**Your goal**
Needed from the data below: all lines that contain the word "designs".
>>>
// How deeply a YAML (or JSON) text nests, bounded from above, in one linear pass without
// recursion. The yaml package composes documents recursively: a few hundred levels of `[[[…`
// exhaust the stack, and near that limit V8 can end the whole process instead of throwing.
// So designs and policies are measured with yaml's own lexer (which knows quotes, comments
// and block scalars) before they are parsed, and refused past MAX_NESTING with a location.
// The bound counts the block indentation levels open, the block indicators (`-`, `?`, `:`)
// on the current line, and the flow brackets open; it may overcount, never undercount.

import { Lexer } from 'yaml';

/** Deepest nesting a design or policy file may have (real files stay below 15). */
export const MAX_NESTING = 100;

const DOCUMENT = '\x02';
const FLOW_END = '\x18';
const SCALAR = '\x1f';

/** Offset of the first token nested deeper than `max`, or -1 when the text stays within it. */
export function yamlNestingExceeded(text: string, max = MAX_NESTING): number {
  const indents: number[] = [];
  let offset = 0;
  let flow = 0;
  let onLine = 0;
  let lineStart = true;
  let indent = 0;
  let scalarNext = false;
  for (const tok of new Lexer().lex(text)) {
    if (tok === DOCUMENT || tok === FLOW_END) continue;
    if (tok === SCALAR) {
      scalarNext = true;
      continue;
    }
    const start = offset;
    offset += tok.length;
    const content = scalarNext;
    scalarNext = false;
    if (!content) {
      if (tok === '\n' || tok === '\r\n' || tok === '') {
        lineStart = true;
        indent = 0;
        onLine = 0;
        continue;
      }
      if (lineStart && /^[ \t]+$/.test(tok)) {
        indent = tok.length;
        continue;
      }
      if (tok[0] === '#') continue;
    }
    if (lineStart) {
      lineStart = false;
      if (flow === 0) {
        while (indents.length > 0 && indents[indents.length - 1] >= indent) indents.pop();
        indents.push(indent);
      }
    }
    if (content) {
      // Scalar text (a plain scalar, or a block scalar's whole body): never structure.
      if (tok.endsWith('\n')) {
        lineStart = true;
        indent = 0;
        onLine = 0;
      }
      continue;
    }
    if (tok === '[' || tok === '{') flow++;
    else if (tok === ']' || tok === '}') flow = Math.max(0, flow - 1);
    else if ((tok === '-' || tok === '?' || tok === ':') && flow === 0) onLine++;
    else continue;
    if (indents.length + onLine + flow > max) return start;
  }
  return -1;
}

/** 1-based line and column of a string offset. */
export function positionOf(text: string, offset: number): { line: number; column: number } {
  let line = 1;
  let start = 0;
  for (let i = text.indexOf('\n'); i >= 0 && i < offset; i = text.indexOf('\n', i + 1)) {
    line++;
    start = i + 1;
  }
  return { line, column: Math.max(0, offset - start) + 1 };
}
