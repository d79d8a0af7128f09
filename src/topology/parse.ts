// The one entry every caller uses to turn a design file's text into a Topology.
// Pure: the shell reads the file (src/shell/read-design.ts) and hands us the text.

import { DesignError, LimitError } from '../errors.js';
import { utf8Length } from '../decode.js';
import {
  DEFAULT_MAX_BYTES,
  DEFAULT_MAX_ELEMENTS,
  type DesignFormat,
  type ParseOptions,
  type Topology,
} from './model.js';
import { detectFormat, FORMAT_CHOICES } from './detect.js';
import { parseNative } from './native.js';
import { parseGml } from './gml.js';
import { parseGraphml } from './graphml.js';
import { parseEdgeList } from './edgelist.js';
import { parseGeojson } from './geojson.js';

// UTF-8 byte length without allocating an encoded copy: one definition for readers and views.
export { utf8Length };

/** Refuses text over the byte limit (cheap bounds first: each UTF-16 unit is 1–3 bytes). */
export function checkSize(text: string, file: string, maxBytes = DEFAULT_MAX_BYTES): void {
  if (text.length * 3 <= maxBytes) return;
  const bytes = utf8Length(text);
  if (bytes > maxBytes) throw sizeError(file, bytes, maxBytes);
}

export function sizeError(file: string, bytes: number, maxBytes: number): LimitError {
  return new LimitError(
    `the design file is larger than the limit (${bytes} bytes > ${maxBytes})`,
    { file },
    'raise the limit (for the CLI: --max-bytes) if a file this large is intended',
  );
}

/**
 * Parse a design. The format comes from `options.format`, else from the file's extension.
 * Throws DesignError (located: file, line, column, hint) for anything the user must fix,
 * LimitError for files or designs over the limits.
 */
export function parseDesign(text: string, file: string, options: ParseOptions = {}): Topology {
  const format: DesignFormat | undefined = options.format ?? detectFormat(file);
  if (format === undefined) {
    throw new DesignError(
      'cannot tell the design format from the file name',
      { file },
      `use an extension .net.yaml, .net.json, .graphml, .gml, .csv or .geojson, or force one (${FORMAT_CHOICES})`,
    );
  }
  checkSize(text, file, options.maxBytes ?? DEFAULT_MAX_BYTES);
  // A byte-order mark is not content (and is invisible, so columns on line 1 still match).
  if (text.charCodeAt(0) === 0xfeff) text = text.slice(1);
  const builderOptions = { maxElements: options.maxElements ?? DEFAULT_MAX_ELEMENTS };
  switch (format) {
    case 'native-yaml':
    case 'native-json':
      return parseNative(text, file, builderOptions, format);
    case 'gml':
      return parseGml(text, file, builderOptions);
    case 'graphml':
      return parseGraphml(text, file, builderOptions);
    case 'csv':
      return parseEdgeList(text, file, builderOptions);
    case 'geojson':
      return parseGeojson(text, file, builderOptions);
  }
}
<<<
**Answer box**
// So designs and policies are measured with yaml's own lexer (which knows quotes, comments
 * LimitError for files or designs over the limits.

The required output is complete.